Mit einer Pressekonferenz startete die GRAS Innsbruck am Donnerstag den 20.04. in den ÖH Wahlkampf und präsentierte ihre zentralen Themen und Forderungen. „Zu lange schon müssen wir aus der Opposition heraus zusehen, wie die ÖVP-nahe Aktionsgemeinschaft die ÖH Innsbruck an den Rand der Bedeutungslosigkeit manövriert“, attestiert Hannah von Czettritz, eine der beiden Spitzenkandidatinnen der GRAS Innsbruck. „Es ist höchste Zeit, dass die ÖH Innsbruck wieder ein relevanter Player in der österreichischen Bildungspolitik wird und darüber hinaus aktiv Gesellschaft mitgestaltet“, schließt Barbara Neßler, die zweite Spitzenkandidatin.

Die GRAS setzt sich unter anderem aktiv dafür ein, Studieren für alle leistbar zu gestalten.
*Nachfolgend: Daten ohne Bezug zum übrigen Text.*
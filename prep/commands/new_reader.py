"""``headprep new-reader``: scaffold a plugin package for a new electrode-file format."""
from __future__ import annotations

import argparse

from ..errors import UsageError

HELP = "scaffold a plugin package for a new electrode-file format"


def add_arguments(parser: argparse.ArgumentParser) -> None:
    parser.add_argument("--json", action="store_true", help="print one JSON document on stdout")


def run(args: argparse.Namespace, ctx) -> int:  # noqa: ANN001
    raise UsageError("'new-reader' is not available in this version of the kit yet")
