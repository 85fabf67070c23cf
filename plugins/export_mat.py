"""Built-in plugin ``export_mat``: a bundle as a MATLAB ``.mat`` file.

Version 5 (the default) is written by ``scipy.io.savemat``; version 7.3 (HDF5
with a 512-byte MAT header, for files beyond 2 GB) needs h5py and is asked for
with the option ``version = "7.3"``. Variables: every array of the bundle under
its own name (``leadfield``, ``sensor_positions``, ``source_positions``,
``source_normals``...; same shapes as in the bundle, SI units),
``sensor_labels`` (a cell array of char in v5, a space-padded char matrix in
v7.3), ``frame``, ``reference``, ``leadfield_unit`` and ``manifest_json``
(the bundle's whole manifest as JSON text). Boolean arrays become ``uint8``
in v5 (scipy's choice) and ``logical`` in v7.3. See ``docs/bundle-format.md``.
"""
from __future__ import annotations

import json
import time
from pathlib import Path
from typing import Any

import numpy as np

from prep import Exporter, UsageError, hookimpl
from prep.atomic import atomic_file
from prep.bundle import Bundle

_MATLAB_CLASS = {"float64": "double", "float32": "single", "int64": "int64", "int32": "int32",
                 "int8": "int8", "uint8": "uint8", "bool": "logical"}


def _text_variables(bundle: Bundle) -> dict[str, str]:
    man = bundle.manifest
    return {"frame": str(man.get("frame", "")), "reference": str(man.get("forward", {}).get("reference", "")),
            "leadfield_unit": "V/(A*m)", "manifest_json": json.dumps(man, sort_keys=True)}


def _write_v5(bundle: Bundle, fh: Any) -> None:
    from scipy.io import savemat

    variables: dict[str, Any] = {k: np.asarray(v) for k, v in bundle.arrays.items()}
    variables["sensor_labels"] = np.array(list(bundle.sensor_labels), dtype=object)
    variables.update(_text_variables(bundle))
    savemat(fh, variables, format="5", do_compression=True, oned_as="column")


def _v73_header() -> bytes:
    text = (f"MATLAB 7.3 MAT-file, Platform: headprep, Created on: "
            f"{time.strftime('%a %b %d %H:%M:%S %Y', time.gmtime())} HDF5 schema 1.00 .")
    head = text.encode("ascii")[:116].ljust(116, b" ")
    return head + b"\x00" * 8 + b"\x00\x02" + b"IM"


def _char(group: Any, name: str, text: str | list[str]) -> None:
    """A MATLAB char array: uint16 code points, dimensions reversed (column-major)."""
    rows = [text] if isinstance(text, str) else list(text)
    width = max((len(r) for r in rows), default=0)
    codes = np.array([[ord(c) for c in r.ljust(width)] for r in rows], dtype=np.uint16).reshape(len(rows), width)
    ds = group.create_dataset(name, data=codes.T)
    ds.attrs["MATLAB_class"] = np.bytes_("char")
    ds.attrs["MATLAB_int_decode"] = np.int32(2)


def _write_v73(bundle: Bundle, fh: Any) -> None:
    try:
        import h5py
    except ImportError as exc:
        raise UsageError("MAT version 7.3 needs the h5py package (pip install h5py); version 5 does not") from exc
    with h5py.File(fh, "w", userblock_size=512, libver="earliest") as f:
        for name, arr in bundle.arrays.items():
            a = np.atleast_1d(np.asarray(arr))
            data = a.astype(np.uint8) if a.dtype == bool else a
            # MATLAB is column-major: reversed dimensions; a vector becomes n x 1 as in v5
            ds = f.create_dataset(name, data=data.T if data.ndim > 1 else data[None, :])
            ds.attrs["MATLAB_class"] = np.bytes_(_MATLAB_CLASS[a.dtype.name])
            if a.dtype == bool:
                ds.attrs["MATLAB_int_decode"] = np.int32(1)
        _char(f, "sensor_labels", list(bundle.sensor_labels))
        for name, text in _text_variables(bundle).items():
            _char(f, name, text)
    fh.seek(0)
    fh.write(_v73_header())


def export_mat(bundle: Bundle, path: str | Path, *, version: str = "5", **_: Any) -> Path:
    """Write ``bundle`` to ``path`` (.mat) atomically; ``version`` is ``"5"`` or ``"7.3"``."""
    if version not in ("5", "7.3"):
        raise UsageError(f"MAT version must be '5' or '7.3', got {version!r}")
    with atomic_file(path, "w+b") as fh:
        (_write_v5 if version == "5" else _write_v73)(bundle, fh)
    return Path(path)


@hookimpl
def headprep_register_exporters() -> list[Exporter]:
    return [Exporter(name="mat", format="mat", suffixes=(".mat",), export=export_mat,
                     description="MATLAB .mat (v5 via scipy.io; v7.3 HDF5-based with h5py)",
                     defaults={"version": "5"})]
Während die GRAS letzten Sommer eine Petition mit über 4.000 Unterstützer_innen zur Rettung der Mietzinsbeihilfe organisierte, glänzte die ÖVP-nahe Aktionsgemeinschaft durch fehlenden Widerstand. Die GRAS ist die kritische Kraft, die sich seither aktiv für die Wiedereinführung der Mietzinsbeihilfe für alle einsetzt.

Ein weiterer zentraler Punkt ist der Widerstand gegen drohende Zugangsbeschränkungen. Spitzenkandidatin Hannah von Czettritz stellt fest, dass „die ÖH Beiträge der Innsbrucker Studierenden jährlich circa 1 Million Euro ausmachen.“ Davon bleibe ein Großteil in Innsbruck, so die VWL Studentin. „Dieses Geld soll nachhaltig genutzt werden und nicht auf der Bank auf Zinsen warten.“

Die GRAS engagiert sie sich aktiv für einen erfolgreichen, selbstbestimmten und leistbaren Studienalltag. Ein wichtiger Schritt in diese Richtung ist die Digitalisierung der Lernmaterialien. Alle Lernmaterialien und Vorlesungen sollen künftig aufgezeichnet und online gestellt werden. Das spart Geld, Zeit und Papier. Zudem wird die Vereinbarkeit von Familie, Beruf und Studium erhöht. Barbara Neßler ist überzeugt: „Service ist selbstverständlich und muss man nicht wählen. Unipolitik wird gewählt!“.